Adventures in panic mode

Today when I start my virtual machine in vmware it doesn't work as expected. My virtual
machine does not load or give a command prompt and is not allowing me to enter any text. It just babbles the following:

fsck from util-linux-ng 2.17.2
/dev/sda1: clean, 48333/153376 files, 308817/5012992 blocks

I press ESC and get a different screen saying Ubuntu 10.04 that appears to be loading but never stops. I press ESC again and it goes back to the other screen, and will alternate back and forth if I keep pressing escape, or F3.

I log out and log back in again. Then it works fine. But it's amazing how I panic in the few minutes before I try that simple troubleshooting step!

In other news, I am still grasping the concept of the sandbox / remote desktop / virtual network environment as distinct from the virtual machine. Why can't the virtual machine also run the sandbox / remote desktop / virtual network environment? Having both is like having two computers, one to network and one to do everything else. And since they are both virtual and I have one actual computer, it's like having 3 computers. Why 3? Because the OS's can't all run on one machine? Or because that's 2 to ruin while still having a 3rd to spare?
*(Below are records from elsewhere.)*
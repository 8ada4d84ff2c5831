/* twinhorizon: linear stability of sonic horizon pairs in Bose-Einstein condensates
 * SPDX-License-Identifier: GPL-3.0-or-later
 *
 * Curves of a table as a flow: pieces, smooth ends, n, v, c with derivatives, moved copies. Goes
 * in: fitted curves. Comes out: values. May call: smooth, spline, state, workspace, status.
 *
 * Symbols: f, h the curves, e their values at the ends, S step, t place on a taper, J flux.
 * To add a curve: th_table_curve and evaluate. Proved by tests/test_table_flow.c. */
#include "table.h"

#include <math.h>
#include <string.h>

enum { LOCAL = TH_SPLINE_LOCAL };
/* A knot this close to the end of a taper, relative to the table, is taken for it: shorter pieces
 * would be lost in rounding. */
static const double same_place = 1e-6;

static double *powers(const th_table *t, int curve, int piece)
{
    return t->power + ((size_t)curve * (size_t)t->pieces + (size_t)piece) * LOCAL;
}

/* -1 on the taper of the left end, 1 on that of the right one, 0 between. */
static int side(const th_table *t, int piece)
{
    const double middle = (t->left[piece] + t->left[piece + 1]) / 2;

    return middle < t->first + t->taper ? -1 : middle > t->last - t->taper ? 1 : 0;
}

/* Merge ascending knots into the edges. */
static void merge(th_table *t, const double *knot, int count)
{
    double *edge = t->left;
    int n = t->pieces + 1;

    for (int i = 0; i < count; i++) {
        int at = n;

        while (at > 0 && edge[at - 1] > knot[i])
            at--;
        if ((at > 0 && knot[i] - edge[at - 1] <= same_place * (t->last - t->first)) ||
            (at < n && edge[at] - knot[i] <= same_place * (t->last - t->first)))
            continue;
        memmove(edge + at + 1, edge + at, (size_t)(n - at) * sizeof *edge);
        edge[at] = knot[i];
        n++;
    }
    t->pieces = n - 1;
}

/* Polynomials of a curve on the pieces, and its means over the tapers. */
static void fill(th_table *t, int curve, const th_smooth *fit, const double *coef)
{
    for (int i = 0; i < 2; i++)
        t->end[curve][i] = 0;
    for (int piece = 0; piece < t->pieces; piece++) {
        const double a = t->left[piece], length = t->left[piece + 1] - a;
        const int at = th_spline_find(fit->intervals, fit->knot, a + length / 2);
        const int where = side(t, piece);
        double *p = powers(t, curve, piece), sum = 0;

        th_spline_powers(fit->intervals, fit->knot, coef + at, at, a, p);
        for (int q = LOCAL - 1; q >= 0; q--) /* Int of the piece over its length */
            sum = sum * length + p[q] / (q + 1);
        if (where != 0)
            t->end[curve][where > 0] += sum * length / t->taper;
    }
}

/* S(u), S', S'': 0 at u = 0, 1 at u = 1, five derivatives zero at both, S' = 2772 u^5 (1 - u)^5. */
static void step(double u, double s[3])
{
    const double u5 = pow(u, 5), r = 1 - u, r4 = r * r * r * r;

    s[0] = u5 * u * (462 + u * (-1980 + u * (3465 + u * (-3080 + u * (1386 - 252 * u)))));
    s[1] = 2772 * u5 * r4 * r;
    s[2] = 13860 * pow(u, 4) * r4 * (1 - 2 * u);
}

/* A curve with its derivatives in x of the table. */
static void evaluate(const th_table *t, int curve, int piece, double x, double f[3])
{
    const double *p = powers(t, curve, piece);
    const double s = x - t->left[piece];
    const int where = side(t, piece);
    double e, bend[3], slope;

    f[0] = p[0] + s * (p[1] + s * (p[2] + s * (p[3] + s * (p[4] + s * p[5]))));
    f[1] = p[1] + s * (2 * p[2] + s * (3 * p[3] + s * (4 * p[4] + s * 5 * p[5])));
    f[2] = 2 * p[2] + s * (6 * p[3] + s * (12 * p[4] + s * 20 * p[5]));
    if (where == 0)
        return;
    e = t->end[curve][where > 0];
    step(fmin(1, (where < 0 ? x - t->first : t->last - x) / t->taper), bend);
    slope = -where / t->taper; /* du/dx */
    f[2] = f[2] * bend[0] + 2 * f[1] * bend[1] * slope + (f[0] - e) * bend[2] * slope * slope;
    f[1] = f[1] * bend[0] + (f[0] - e) * bend[1] * slope;
    f[0] = e + (f[0] - e) * bend[0];
}

void th_table_eval(const void *ctx, int piece, double x, th_flow_point *point)
{
    const th_table *t = ctx;
    const double *e = t->end[TH_TABLE_MAIN];
    const double sign = t->density ? 1 : -1; /* log n = sign f + constant */
    const double v_u = t->density ? t->flux.flux / exp(e[0]) : exp(e[0]);
    const bool outside = piece < 0 || piece >= t->pieces;
    double f[3] = {e[piece > 0], 0, 0}, h[3] = {t->end[TH_TABLE_SOUND][piece > 0], 0, 0};
    double ratio;

    if (!outside)
        evaluate(t, TH_TABLE_MAIN, piece, x / t->stretch, f);
    if (!outside && t->curves > TH_TABLE_SOUND)
        evaluate(t, TH_TABLE_SOUND, piece, x / t->stretch, h);
    f[1] *= sign / t->stretch;
    f[2] *= sign / (t->stretch * t->stretch);
    ratio = exp(sign * (f[0] - e[0]));
    *point = (th_flow_point){.n = t->state.n_u * ratio, .v = v_u / ratio};
    point->dn = point->n * f[1];
    point->ddn = point->n * (f[1] * f[1] + f[2]);
    point->dv = -point->v * f[1];
    if (t->curves > TH_TABLE_SOUND) {
        point->c = exp(h[0]);
        point->dc = point->c * h[1] / t->stretch;
    } else {
        point->c = th_state_sound(&t->state, point->n);
        point->dc = th_state_sound_slope(&t->state, point->n) * point->dn;
    }
}

th_status th_table_cut(th_table *t, th_error *err)
{
    size_t most = 3;

    for (int c = 0; c < t->curves; c++)
        most += (size_t)t->fit[c].intervals + 1;
    t->left = th_take(t->workspace, most, sizeof *t->left);
    t->power = th_take(t->workspace, TH_TABLE_CURVES * most * LOCAL, sizeof *t->power);
    if (t->left == NULL || t->power == NULL)
        return th_fail(err, TH_ENOMEM, "table: %zu pieces", most);
    t->left[0] = t->first;
    t->left[1] = t->first + t->taper;
    t->left[2] = t->last - t->taper;
    t->left[3] = t->last;
    t->pieces = 3;
    for (int c = 0; c < t->curves; c++)
        merge(t, t->fit[c].knot, t->fit[c].intervals + 1);
    for (int c = 0; c < t->curves; c++)
        fill(t, c, &t->fit[c], t->fit[c].coef);
    return TH_OK;
}

void th_table_clear(th_table *t)
{
    for (int c = 0; c < TH_TABLE_CURVES; c++)
        th_smooth_clear(&t->fit[c]);
    th_give(t->workspace, t->left);
    th_give(t->workspace, t->power);
    t->left = t->power = NULL;
}

int th_table_directions(const th_table *t)
{
    return t->fit[TH_TABLE_MAIN].directions + t->fit[TH_TABLE_SOUND].directions +
           (t->flux.uncertainty > 0);
}

th_status th_table_move(const th_table *t, int direction, double sigmas, th_table *out,
                        th_error *err)
{
    const size_t pieces = (size_t)t->pieces;
    double coef[TH_SMOOTH_INTERVALS + TH_SPLINE_DEGREE];
    int curve = 0;

    *out = *t;
    out->workspace = NULL;
    memset(out->fit, 0, sizeof out->fit);
    out->left = th_take(NULL, pieces + 1, sizeof *out->left);
    out->power = th_take(NULL, TH_TABLE_CURVES * pieces * LOCAL, sizeof *out->power);
    if (out->left == NULL || out->power == NULL) {
        th_table_clear(out);
        return th_fail(err, TH_ENOMEM, "table: %d pieces", t->pieces);
    }
    memcpy(out->left, t->left, (pieces + 1) * sizeof *out->left);
    memcpy(out->power, t->power, TH_TABLE_CURVES * pieces * LOCAL * sizeof *out->power);
    while (curve < t->curves && direction >= t->fit[curve].directions)
        direction -= t->fit[curve++].directions;
    if (curve == t->curves) { /* the last direction: the flux */
        out->flux.flux *= exp(sigmas * t->flux.uncertainty);
    } else {
        const th_smooth *fit = &t->fit[curve];
        const int n = th_spline_size(fit->intervals);

        for (int j = 0; j < n; j++)
            coef[j] = fit->coef[j] + sigmas * fit->direction[direction * n + j];
        fill(out, curve, fit, coef);
    }
    return TH_OK;
}
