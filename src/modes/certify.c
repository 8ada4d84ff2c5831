/* twinhorizon: linear stability of sonic horizon pairs in Bose-Einstein condensates
 * SPDX-License-Identifier: GPL-3.0-or-later
 *
 * Certificates. In: modes from the matrix. Out: polished frequencies with error bars, labels,
 * counts, verdict. Calls matching, census, index.
 * A new label is one more branch in label_of; a new reason for doubt one more in doubt.
 * Proof: tests/test_modes.c. */
#include "modes/solver.h"
#include "modes/polish.h"

#include <gsl/gsl_math.h>
#include <stdlib.h>
#include <string.h>

#include "twinhorizon/index.h"

/* Matrix and matching function agree when they differ by less than this many times their error
 * bars. */
static const double agreement = 3.0;
/* A mode is looked for this far from the matrix's value, relative to |omega|, or within this many
 * of its error bars. */
static const double polish_reach = 1e-4, polish_bars = 100.0;

bool th_solver_conserving(const th_solver *w)
{
    return th_flow_ends(w->flow).kind != TH_ENDS_OPEN;
}

double complex th_mode_omega(const th_mode *mode)
{
    return mode->omega_re + I * mode->omega_im;
}

static th_status count_statically(th_solver *w, th_error *err)
{
    th_index index;
    th_error why = {0};
    const th_status st = th_index_count(w->flow, &index, &why);

    w->s->index_known = st == TH_OK || st == TH_EUNDECIDED;
    w->s->index = w->s->index_known ? index.count : 0;
    if (st == TH_EUNDECIDED)
        (void)snprintf(w->s->reason, sizeof w->s->reason, "%.*s", (int)sizeof w->s->reason - 1,
                       why.text);
    if (st == TH_OK || st == TH_EUNDECIDED || st == TH_ENONE)
        return TH_OK;
    if (err != NULL)
        *err = why;
    return st;
}

static th_status take_census(th_solver *w, th_error *err)
{
    th_solution *s = w->s;
    th_error why = {0};
    th_status st;

    if (th_solver_conserving(w))
        st = th_census_count(w->flow, w->usual, s->omega_top, &w->census, &why);
    else
        st = th_census_find(w->flow, w->usual, s->omega_top, &w->census, &w->root, &w->roots, &why);
    s->census_known = st == TH_OK;
    s->census_re_max = w->census.re_max;
    s->census_im_max = w->census.im_max;
    s->census_step = w->census.worst_step;
    if ((st == TH_EUNDECIDED || st == TH_ECONVERGE) && s->reason[0] == '\0')
        (void)snprintf(s->reason, sizeof s->reason, "%.*s", (int)sizeof s->reason - 1, why.text);
    if (st == TH_OK || st == TH_EUNDECIDED || st == TH_ECONVERGE)
        return TH_OK;
    if (err != NULL)
        *err = why;
    return st;
}

th_status th_certify_prepare(th_solver *w, th_error *err)
{
    const double top = w->s->omega_top;
    th_status st = th_matching_create(w->flow, top, TH_MATCHING_USUAL, &w->usual, err);

    if (st == TH_OK)
        st = th_matching_create(w->flow, top, TH_MATCHING_FINE, &w->fine, err);
    if (st == TH_OK)
        st = count_statically(w, err);
    return st == TH_OK ? take_census(w, err) : st;
}

/* One mode on the matching function: polished twice, from the matrix's value. False when there is
 * no root nearby or the two disagree. */
static bool polish(const th_solver *w, th_mode *m)
{
    const double complex from = th_mode_omega(m);
    const double reach = fmax(polish_reach * cabs(from), polish_bars * m->omega_error);
    double complex root;
    double error, shift;

    if (th_polish(w->usual, w->fine, th_polish_scale(w->flow, w->s->omega_top), from, reach, &root,
                  &error) != TH_OK)
        return false;
    shift = cabs(root - from);
    if (shift > agreement * (m->omega_error + error))
        return false;
    m->omega_re = creal(root);
    m->omega_im = cimag(root);
    m->shift = (m->confirmed & TH_BY_MATRIX) != 0 ? shift : 0.0;
    m->omega_error = error;
    m->confirmed |= TH_BY_MATCHING;
    return true;
}

static int by_growth(const void *a, const void *b)
{
    const th_mode *x = a, *y = b;

    if (x->omega_im != y->omega_im)
        return x->omega_im > y->omega_im ? -1 : 1;
    return (x->omega_re > y->omega_re) - (x->omega_re < y->omega_re);
}

/* Polish all. A damped mode of open ends that is no zero of the matching function belongs to the
 * rotated continuum or an absorbing layer and goes. */
static void polish_all(th_solver *w)
{
    th_solution *s = w->s;
    int kept = 0;

    for (int i = 0; i < s->count; i++) {
        const bool root = polish(w, &s->mode[i]);

        if (!root && !th_solver_conserving(w) && s->mode[i].omega_im < -s->mode[i].omega_error)
            continue;
        s->mode[kept++] = s->mode[i];
    }
    s->count = kept;
}

/* Is another listed mode within reach of the error bars, so that the two could be partners? The
 * mirror image of a mode off the imaginary axis, omega -> -omega*, is not listed. */
static bool partnered(const th_solution *s, int i)
{
    for (int j = 0; j < s->count; j++) {
        const double apart = cabs(th_mode_omega(&s->mode[i]) - th_mode_omega(&s->mode[j]));

        if (j != i && apart <= 4.0 * (s->mode[i].omega_error + s->mode[j].omega_error) &&
            s->mode[i].norm * s->mode[j].norm <= 0)
            return true;
    }
    return false;
}

/* Two candidates can refine to one mode. */
static void drop_doubles(th_solution *s)
{
    int kept = 0;

    for (int i = 0; i < s->count; i++) {
        bool seen = false;

        for (int j = 0; j < kept; j++)
            seen = seen || cabs(th_mode_omega(&s->mode[i]) - th_mode_omega(&s->mode[j])) <=
                               fmin(s->mode[i].omega_error, s->mode[j].omega_error);
        if (!seen)
            s->mode[kept++] = s->mode[i];
    }
    s->count = kept;
}

/* The spectrum is symmetric under omega -> -omega*, and under omega -> omega* when the ends
 * conserve energy. A simple eigenvalue closer to an axis than its error bar, with no partner
 * nearby, lies on the axis. */
static void settle_on_axes(th_solver *w)
{
    th_solution *s = w->s;

    for (int i = 0; i < s->count; i++) {
        th_mode *m = &s->mode[i];

        if (partnered(s, i))
            continue;
        if (fabs(m->omega_re) <= m->omega_error)
            m->omega_re = 0.0;
        else if (th_solver_conserving(w) && fabs(m->omega_im) <= m->omega_error)
            m->omega_im = 0.0;
    }
}

static th_label label_of(const th_solver *w, const th_mode *m)
{
    if (m->omega_im > m->omega_error)
        return TH_LABEL_UNSTABLE;
    if (fabs(m->omega_im) <= m->omega_error && !(th_solver_conserving(w) && m->omega_im == 0.0))
        return TH_LABEL_UNDECIDED;
    return m->norm < 0 && m->pocket_share > 0.5 ? TH_LABEL_TRAPPED : TH_LABEL_STABLE;
}

th_status th_certify_modes(th_solver *w, th_error *err)
{
    th_solution *s = w->s;
    const bool conserving = th_solver_conserving(w);
    int kept = 0;
    th_status st = th_matrix_complete(w, err);

    if (st != TH_OK)
        return st;
    polish_all(w);
    if (s->count > 1) /* qsort must not be given NULL */
        qsort(s->mode, (size_t)s->count, sizeof *s->mode, by_growth);
    drop_doubles(s);
    settle_on_axes(w);
    for (int i = 0; i < s->count; i++) {
        th_mode *m = &s->mode[i];

        if (m->omega_re < 0.0) /* the mirror image is listed */
            continue;
        m->label = label_of(w, m);
        if (m->label == TH_LABEL_UNSTABLE)
            m->norm = 0; /* conservation of the norm leaves no other value */
        if (conserving && m->omega_im < 0.0 && m->label != TH_LABEL_UNDECIDED)
            continue; /* the decaying partner of a listed mode */
        s->mode[kept++] = *m;
    }
    s->count = kept;
    if (s->count > 1) /* qsort must not be given NULL */
        qsort(s->mode, (size_t)s->count, sizeof *s->mode, by_growth);
    s->unstable = s->negative = 0;
    for (int i = 0; i < s->count; i++) {
        const th_mode *m = &s->mode[i];

        if (m->label == TH_LABEL_UNSTABLE)
            s->unstable += m->omega_re == 0.0 ? 1 : 2;
        s->negative += m->label != TH_LABEL_UNSTABLE && conserving && m->norm < 0;
    }
    return TH_OK;
}

/* What the modes found should add up to the static index. */
static int indexed(const th_solution *s)
{
    return s->unstable + 2 * s->negative;
}

/* Growing modes slower than the contour: on the list, polished, and among the census' slow ones. */
static int slow_growing(const th_solver *w)
{
    int sum = 0;

    for (int i = 0; i < w->s->count; i++) {
        const th_mode *m = &w->s->mode[i];

        if (m->label == TH_LABEL_UNSTABLE && (m->confirmed & TH_BY_MATCHING) != 0 &&
            cabs(th_mode_omega(m)) < w->census.slowest)
            sum += m->omega_re == 0.0 ? 1 : 2;
    }
    return sum <= w->census.slow ? sum : 0;
}

/* The first reason for doubt, in words; "" when there is none. */
static void doubt(const th_solver *w, char *reason, size_t size)
{
    const th_solution *s = w->s;
    int undecided = 0, lonely = 0;

    for (int i = 0; i < s->count; i++) {
        const th_mode *m = &s->mode[i];
        const unsigned both = TH_BY_MATRIX | TH_BY_MATCHING;

        undecided += m->label == TH_LABEL_UNDECIDED;
        lonely += m->label != TH_LABEL_STABLE && (m->confirmed & both) != both;
    }
    if (lonely > 0)
        (void)snprintf(reason, size, "matrix and matching function disagree on %d %s", lonely,
                       lonely == 1 ? "mode" : "modes");
    else if (undecided > 0)
        (void)snprintf(reason, size, "the growth rate of %d %s is smaller than its error bar",
                       undecided, undecided == 1 ? "mode" : "modes");
    else if (s->census_known && s->census != s->unstable)
        (void)snprintf(reason, size, "%d growing modes are found, the census counts %d",
                       s->unstable, s->census);
    else if (s->index_known && indexed(s) != s->index)
        (void)snprintf(reason, size,
                       th_solver_conserving(w)
                           ? "growing and twice the neutral negative-energy modes are %d, the "
                             "static index is %d"
                           : "%d growing modes are found, the static index is %d",
                       indexed(s), s->index);
    else if (th_solver_conserving(w) && s->census_known && w->neutral != w->census.neutral)
        (void)snprintf(reason, size, "the matrix has %d neutral modes, the census counts %d",
                       w->neutral, w->census.neutral);
}

void th_certify_decide(th_solver *w)
{
    th_solution *s = w->s;
    unsigned counts = 0;

    s->census = s->census_known ? w->census.growing + slow_growing(w) : 0;
    if (s->reason[0] == '\0')
        doubt(w, s->reason, sizeof s->reason);
    if (s->reason[0] != '\0')
        s->verdict = TH_VERDICT_UNDECIDED;
    else
        s->verdict = s->unstable > 0 ? TH_VERDICT_UNSTABLE : TH_VERDICT_STABLE;
    if (s->census_known && s->census == s->unstable)
        counts |= TH_BY_CENSUS;
    if (s->index_known && s->index == indexed(s))
        counts |= TH_BY_INDEX;
    for (int i = 0; i < s->count; i++) {
        if (s->mode[i].label != TH_LABEL_UNSTABLE)
            continue;
        s->mode[i].confirmed |= counts;
        s->disagreement = fmax(s->disagreement, s->mode[i].shift);
    }
}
One thing that was cool was that the virtual machine offered to hook up with the printer when I plugged it in while using the vm. It made it seem a little less...virtual. Not that there's anything wrong with virtual, I mean, some of my best friends....

OTHER ACTIVITY NOTES
I tried each of the prompts below:
$ less /etc/passwd
$ less /etc/group
$ sudo less /etc/shadow
Each time, it performed the task but then ended with (END) and no command prompt. I had to click out of the vm and reset my machine to get a command prompt again. What's that about? I feel like I'm missing something very rudimentary here...

Solution: press q. I guess it's simple. NOW, anyway.

Also, I learned that shift+pg up / pg dn scrolls up and down, and the up arrow repeats a command. (Probably skipped that accidentally in the work I sailed too quickly through on my camping trip, trying to focus on commands while hotelgoers babbled in the lobby and squirrels ran under my bench. Hotel lobbies are not ideal hotspots for students.)